• Action item
Among the records below, find the line that has "c := &s.Condition"; from there, give the lines again exactly, and stop after the line that has "voltages and currents".

• Stored items
######

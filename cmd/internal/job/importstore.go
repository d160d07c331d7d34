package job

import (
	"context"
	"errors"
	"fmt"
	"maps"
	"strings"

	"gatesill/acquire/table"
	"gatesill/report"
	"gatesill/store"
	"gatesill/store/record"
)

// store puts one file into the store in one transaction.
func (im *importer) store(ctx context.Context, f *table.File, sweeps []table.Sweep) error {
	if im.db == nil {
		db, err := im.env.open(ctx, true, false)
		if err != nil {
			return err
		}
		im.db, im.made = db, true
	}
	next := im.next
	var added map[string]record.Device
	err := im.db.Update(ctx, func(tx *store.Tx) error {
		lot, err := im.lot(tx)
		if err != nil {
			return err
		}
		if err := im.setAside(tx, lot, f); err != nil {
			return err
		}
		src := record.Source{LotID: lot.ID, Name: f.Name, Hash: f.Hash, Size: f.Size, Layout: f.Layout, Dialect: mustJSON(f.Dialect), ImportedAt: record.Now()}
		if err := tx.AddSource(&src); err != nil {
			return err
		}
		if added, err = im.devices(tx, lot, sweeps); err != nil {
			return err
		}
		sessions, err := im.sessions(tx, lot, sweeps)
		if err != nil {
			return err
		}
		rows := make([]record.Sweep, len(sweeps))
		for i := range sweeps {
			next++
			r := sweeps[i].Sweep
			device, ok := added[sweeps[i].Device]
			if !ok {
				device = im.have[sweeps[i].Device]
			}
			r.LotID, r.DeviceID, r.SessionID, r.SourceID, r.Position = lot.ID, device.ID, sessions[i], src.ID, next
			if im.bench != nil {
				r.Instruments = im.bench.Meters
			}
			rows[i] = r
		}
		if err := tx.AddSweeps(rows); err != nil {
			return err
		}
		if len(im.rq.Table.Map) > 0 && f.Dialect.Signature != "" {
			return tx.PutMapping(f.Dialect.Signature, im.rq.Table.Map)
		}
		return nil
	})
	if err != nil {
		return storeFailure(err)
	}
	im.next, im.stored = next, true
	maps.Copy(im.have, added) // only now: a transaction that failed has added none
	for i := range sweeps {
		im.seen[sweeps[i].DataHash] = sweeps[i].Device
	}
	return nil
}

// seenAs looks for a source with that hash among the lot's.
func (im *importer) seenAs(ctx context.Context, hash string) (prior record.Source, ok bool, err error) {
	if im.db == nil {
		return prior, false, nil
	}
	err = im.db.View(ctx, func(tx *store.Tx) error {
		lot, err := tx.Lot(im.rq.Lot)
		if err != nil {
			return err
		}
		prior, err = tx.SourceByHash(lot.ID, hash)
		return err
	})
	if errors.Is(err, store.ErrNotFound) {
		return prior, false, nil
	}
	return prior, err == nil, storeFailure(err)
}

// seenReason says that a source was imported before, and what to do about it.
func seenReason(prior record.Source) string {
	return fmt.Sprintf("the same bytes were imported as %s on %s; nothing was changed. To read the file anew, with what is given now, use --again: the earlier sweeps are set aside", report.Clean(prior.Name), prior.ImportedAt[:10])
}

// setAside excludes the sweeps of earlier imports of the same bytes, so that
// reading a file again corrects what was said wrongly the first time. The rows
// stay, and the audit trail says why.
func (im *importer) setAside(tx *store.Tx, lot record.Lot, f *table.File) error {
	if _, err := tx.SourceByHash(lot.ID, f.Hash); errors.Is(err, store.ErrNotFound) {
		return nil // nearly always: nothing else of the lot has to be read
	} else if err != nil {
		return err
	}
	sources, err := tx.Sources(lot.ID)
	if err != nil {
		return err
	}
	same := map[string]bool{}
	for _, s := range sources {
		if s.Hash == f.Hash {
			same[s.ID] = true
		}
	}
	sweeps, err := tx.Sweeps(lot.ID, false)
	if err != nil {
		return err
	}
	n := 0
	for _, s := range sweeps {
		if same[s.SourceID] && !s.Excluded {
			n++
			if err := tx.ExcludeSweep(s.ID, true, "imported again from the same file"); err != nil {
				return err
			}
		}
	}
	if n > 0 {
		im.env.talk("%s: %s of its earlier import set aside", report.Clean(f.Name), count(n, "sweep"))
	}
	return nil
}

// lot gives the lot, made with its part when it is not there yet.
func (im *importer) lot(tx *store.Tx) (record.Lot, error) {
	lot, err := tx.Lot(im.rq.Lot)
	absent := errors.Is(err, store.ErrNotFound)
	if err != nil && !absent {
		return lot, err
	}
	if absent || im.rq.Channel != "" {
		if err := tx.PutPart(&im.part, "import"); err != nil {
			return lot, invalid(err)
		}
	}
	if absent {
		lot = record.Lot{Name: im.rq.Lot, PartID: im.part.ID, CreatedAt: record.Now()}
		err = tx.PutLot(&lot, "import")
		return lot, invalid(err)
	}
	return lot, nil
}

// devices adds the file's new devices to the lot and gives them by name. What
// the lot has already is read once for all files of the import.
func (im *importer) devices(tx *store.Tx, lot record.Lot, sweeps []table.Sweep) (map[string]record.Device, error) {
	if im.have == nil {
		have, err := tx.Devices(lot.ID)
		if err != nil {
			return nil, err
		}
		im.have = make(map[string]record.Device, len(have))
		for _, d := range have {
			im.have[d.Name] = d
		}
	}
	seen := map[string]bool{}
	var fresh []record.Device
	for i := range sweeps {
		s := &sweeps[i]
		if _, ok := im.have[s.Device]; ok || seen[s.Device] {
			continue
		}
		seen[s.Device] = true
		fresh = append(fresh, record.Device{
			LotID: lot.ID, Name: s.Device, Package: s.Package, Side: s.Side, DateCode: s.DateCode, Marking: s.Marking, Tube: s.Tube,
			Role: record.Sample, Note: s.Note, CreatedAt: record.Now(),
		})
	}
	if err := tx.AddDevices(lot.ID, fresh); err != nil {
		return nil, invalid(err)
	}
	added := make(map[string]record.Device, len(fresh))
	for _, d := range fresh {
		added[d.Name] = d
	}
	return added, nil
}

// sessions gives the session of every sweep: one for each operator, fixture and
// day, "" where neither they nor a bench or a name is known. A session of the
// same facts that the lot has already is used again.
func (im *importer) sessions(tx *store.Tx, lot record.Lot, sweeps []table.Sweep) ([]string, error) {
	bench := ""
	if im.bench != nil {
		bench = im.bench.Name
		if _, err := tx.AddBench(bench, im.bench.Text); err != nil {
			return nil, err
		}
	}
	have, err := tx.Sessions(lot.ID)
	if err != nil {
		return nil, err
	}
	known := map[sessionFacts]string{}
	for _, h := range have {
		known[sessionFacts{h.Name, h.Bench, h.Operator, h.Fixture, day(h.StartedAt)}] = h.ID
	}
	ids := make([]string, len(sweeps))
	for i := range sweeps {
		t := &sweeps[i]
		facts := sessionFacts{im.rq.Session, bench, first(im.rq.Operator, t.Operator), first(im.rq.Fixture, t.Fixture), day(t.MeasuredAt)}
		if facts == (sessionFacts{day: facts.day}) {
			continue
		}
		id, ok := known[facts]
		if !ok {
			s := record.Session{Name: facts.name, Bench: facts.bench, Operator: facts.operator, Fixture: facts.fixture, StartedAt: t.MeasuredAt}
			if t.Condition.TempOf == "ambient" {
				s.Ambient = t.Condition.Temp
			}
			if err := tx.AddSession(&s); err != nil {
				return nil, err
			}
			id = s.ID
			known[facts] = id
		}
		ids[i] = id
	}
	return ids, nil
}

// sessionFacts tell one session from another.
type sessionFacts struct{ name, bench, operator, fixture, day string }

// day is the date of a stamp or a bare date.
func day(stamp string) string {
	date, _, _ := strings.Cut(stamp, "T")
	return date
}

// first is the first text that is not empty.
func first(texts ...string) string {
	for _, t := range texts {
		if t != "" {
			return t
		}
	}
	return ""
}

######

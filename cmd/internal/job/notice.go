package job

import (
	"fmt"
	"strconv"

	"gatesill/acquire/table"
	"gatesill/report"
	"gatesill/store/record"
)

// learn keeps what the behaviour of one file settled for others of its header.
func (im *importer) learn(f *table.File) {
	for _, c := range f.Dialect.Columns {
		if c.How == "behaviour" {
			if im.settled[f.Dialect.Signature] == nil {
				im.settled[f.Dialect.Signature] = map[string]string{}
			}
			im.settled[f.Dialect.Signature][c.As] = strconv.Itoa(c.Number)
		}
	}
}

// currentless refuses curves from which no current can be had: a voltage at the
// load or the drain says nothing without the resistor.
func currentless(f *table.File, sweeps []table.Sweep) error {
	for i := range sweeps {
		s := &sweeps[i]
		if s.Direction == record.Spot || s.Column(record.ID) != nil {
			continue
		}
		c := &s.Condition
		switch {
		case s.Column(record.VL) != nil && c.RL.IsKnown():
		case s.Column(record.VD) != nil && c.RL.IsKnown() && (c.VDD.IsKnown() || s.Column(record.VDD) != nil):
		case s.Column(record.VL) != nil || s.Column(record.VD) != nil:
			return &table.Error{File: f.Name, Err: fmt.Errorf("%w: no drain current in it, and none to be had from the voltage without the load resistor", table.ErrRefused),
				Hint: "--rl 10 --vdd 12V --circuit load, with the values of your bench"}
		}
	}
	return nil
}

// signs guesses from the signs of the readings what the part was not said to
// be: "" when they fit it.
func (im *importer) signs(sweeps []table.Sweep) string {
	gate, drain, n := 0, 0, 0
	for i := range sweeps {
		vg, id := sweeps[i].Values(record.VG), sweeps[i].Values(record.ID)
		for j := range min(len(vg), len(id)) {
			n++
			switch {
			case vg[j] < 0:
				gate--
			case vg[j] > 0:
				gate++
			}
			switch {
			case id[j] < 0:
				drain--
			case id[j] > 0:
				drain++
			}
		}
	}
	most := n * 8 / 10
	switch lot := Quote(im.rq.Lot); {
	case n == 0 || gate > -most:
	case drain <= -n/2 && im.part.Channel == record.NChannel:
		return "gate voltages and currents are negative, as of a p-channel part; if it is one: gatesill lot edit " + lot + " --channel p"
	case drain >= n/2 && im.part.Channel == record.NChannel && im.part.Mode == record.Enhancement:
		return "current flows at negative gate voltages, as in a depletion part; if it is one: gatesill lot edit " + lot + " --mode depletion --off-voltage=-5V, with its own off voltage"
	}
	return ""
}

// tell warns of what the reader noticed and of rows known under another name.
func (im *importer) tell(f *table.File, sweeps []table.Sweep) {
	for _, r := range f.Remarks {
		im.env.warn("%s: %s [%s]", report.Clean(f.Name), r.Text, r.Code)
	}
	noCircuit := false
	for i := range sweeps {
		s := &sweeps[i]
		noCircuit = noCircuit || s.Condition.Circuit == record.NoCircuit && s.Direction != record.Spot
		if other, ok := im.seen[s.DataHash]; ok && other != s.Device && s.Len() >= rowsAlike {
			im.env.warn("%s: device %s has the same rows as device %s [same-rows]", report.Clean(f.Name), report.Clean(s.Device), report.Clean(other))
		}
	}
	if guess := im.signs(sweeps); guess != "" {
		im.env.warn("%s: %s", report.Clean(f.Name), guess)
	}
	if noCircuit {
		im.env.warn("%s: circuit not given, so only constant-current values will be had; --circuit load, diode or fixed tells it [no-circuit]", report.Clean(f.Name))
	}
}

######

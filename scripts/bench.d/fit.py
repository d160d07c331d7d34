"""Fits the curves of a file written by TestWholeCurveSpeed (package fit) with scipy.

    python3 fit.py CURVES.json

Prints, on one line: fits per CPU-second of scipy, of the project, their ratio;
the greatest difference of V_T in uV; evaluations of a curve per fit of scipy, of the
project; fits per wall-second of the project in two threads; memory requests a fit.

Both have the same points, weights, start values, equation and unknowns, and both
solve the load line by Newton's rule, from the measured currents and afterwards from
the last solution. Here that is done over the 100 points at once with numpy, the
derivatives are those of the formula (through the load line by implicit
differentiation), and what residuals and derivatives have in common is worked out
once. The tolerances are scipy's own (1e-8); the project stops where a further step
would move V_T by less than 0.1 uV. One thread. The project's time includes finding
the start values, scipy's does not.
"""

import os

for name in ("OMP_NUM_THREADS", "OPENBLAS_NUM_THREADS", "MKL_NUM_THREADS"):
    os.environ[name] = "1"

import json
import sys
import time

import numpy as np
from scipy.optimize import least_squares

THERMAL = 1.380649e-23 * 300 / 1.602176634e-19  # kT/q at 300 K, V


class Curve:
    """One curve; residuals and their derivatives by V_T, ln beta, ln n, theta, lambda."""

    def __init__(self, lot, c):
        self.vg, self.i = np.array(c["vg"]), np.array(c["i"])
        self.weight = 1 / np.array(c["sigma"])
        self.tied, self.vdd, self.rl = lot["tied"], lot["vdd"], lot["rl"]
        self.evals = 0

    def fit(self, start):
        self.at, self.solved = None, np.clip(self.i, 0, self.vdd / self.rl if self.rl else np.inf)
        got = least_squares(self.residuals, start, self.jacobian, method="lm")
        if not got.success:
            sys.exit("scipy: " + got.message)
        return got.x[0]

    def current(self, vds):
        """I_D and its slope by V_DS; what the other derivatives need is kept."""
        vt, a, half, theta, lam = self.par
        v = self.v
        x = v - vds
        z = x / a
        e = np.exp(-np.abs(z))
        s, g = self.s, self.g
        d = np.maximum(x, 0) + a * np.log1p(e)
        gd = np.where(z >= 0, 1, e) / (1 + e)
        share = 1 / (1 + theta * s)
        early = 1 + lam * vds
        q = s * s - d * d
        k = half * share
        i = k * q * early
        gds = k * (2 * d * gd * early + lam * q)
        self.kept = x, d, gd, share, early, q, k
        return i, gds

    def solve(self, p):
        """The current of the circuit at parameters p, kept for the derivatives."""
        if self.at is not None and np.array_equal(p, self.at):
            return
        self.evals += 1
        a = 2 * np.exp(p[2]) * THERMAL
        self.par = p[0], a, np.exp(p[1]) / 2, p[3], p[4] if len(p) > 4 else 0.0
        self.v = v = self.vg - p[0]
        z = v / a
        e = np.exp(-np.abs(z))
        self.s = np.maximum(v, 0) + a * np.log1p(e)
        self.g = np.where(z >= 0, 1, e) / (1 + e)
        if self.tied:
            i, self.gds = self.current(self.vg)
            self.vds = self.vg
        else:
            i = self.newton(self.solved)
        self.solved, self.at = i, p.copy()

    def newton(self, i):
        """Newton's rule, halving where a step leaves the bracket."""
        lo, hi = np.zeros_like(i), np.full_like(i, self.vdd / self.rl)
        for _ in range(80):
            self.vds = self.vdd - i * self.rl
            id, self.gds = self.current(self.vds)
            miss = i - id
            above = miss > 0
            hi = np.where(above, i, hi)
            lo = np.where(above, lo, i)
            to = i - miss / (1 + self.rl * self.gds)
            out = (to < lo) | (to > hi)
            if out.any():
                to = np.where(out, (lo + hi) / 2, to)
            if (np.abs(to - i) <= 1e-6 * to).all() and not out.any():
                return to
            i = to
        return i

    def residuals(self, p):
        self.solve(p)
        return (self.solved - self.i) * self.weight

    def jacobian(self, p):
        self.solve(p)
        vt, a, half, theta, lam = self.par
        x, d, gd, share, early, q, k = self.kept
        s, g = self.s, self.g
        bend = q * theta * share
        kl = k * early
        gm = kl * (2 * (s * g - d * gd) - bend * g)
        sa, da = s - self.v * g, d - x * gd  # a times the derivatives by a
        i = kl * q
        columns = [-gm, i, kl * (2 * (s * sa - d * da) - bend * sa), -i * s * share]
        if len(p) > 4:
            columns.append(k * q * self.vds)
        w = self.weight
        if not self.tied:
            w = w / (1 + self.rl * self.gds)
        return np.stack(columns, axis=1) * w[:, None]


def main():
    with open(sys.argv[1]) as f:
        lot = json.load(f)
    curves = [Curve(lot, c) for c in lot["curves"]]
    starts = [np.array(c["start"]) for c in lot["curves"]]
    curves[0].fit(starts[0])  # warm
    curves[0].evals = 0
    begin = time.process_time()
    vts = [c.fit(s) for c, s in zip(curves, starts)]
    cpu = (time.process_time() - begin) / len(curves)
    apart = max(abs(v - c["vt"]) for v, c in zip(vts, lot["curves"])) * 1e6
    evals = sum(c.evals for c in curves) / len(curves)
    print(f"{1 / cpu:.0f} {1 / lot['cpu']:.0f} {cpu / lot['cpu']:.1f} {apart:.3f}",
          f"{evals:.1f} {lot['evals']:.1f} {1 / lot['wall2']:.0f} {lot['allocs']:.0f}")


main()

######

• Solved exercise
		c := &s.Condition
		switch {
		case s.Column(record.VL) != nil && c.RL.IsKnown():
		case s.Column(record.VD) != nil && c.RL.IsKnown() && (c.VDD.IsKnown() || s.Column(record.VDD) != nil):
		case s.Column(record.VL) != nil || s.Column(record.VD) != nil:
			return &table.Error{File: f.Name, Err: fmt.Errorf("%w: no drain current in it, and none to be had from the voltage without the load resistor", table.ErrRefused),
				Hint: "--rl 10 --vdd 12V --circuit load, with the values of your bench"}
		}
	}
	return nil
}

// signs guesses from the signs of the readings what the part was not said to
// be: "" when they fit it.
func (im *importer) signs(sweeps []table.Sweep) string {
	gate, drain, n := 0, 0, 0
	for i := range sweeps {
		vg, id := sweeps[i].Values(record.VG), sweeps[i].Values(record.ID)
		for j := range min(len(vg), len(id)) {
			n++
			switch {
			case vg[j] < 0:
				gate--
			case vg[j] > 0:
				gate++
			}
			switch {
			case id[j] < 0:
				drain--
			case id[j] > 0:
				drain++
			}
		}
	}
	most := n * 8 / 10
	switch lot := Quote(im.rq.Lot); {
	case n == 0 || gate > -most:
	case drain <= -n/2 && im.part.Channel == record.NChannel:
		return "gate voltages and currents are negative, as of a p-channel part; if it is one: gatesill lot edit " + lot + " --channel p"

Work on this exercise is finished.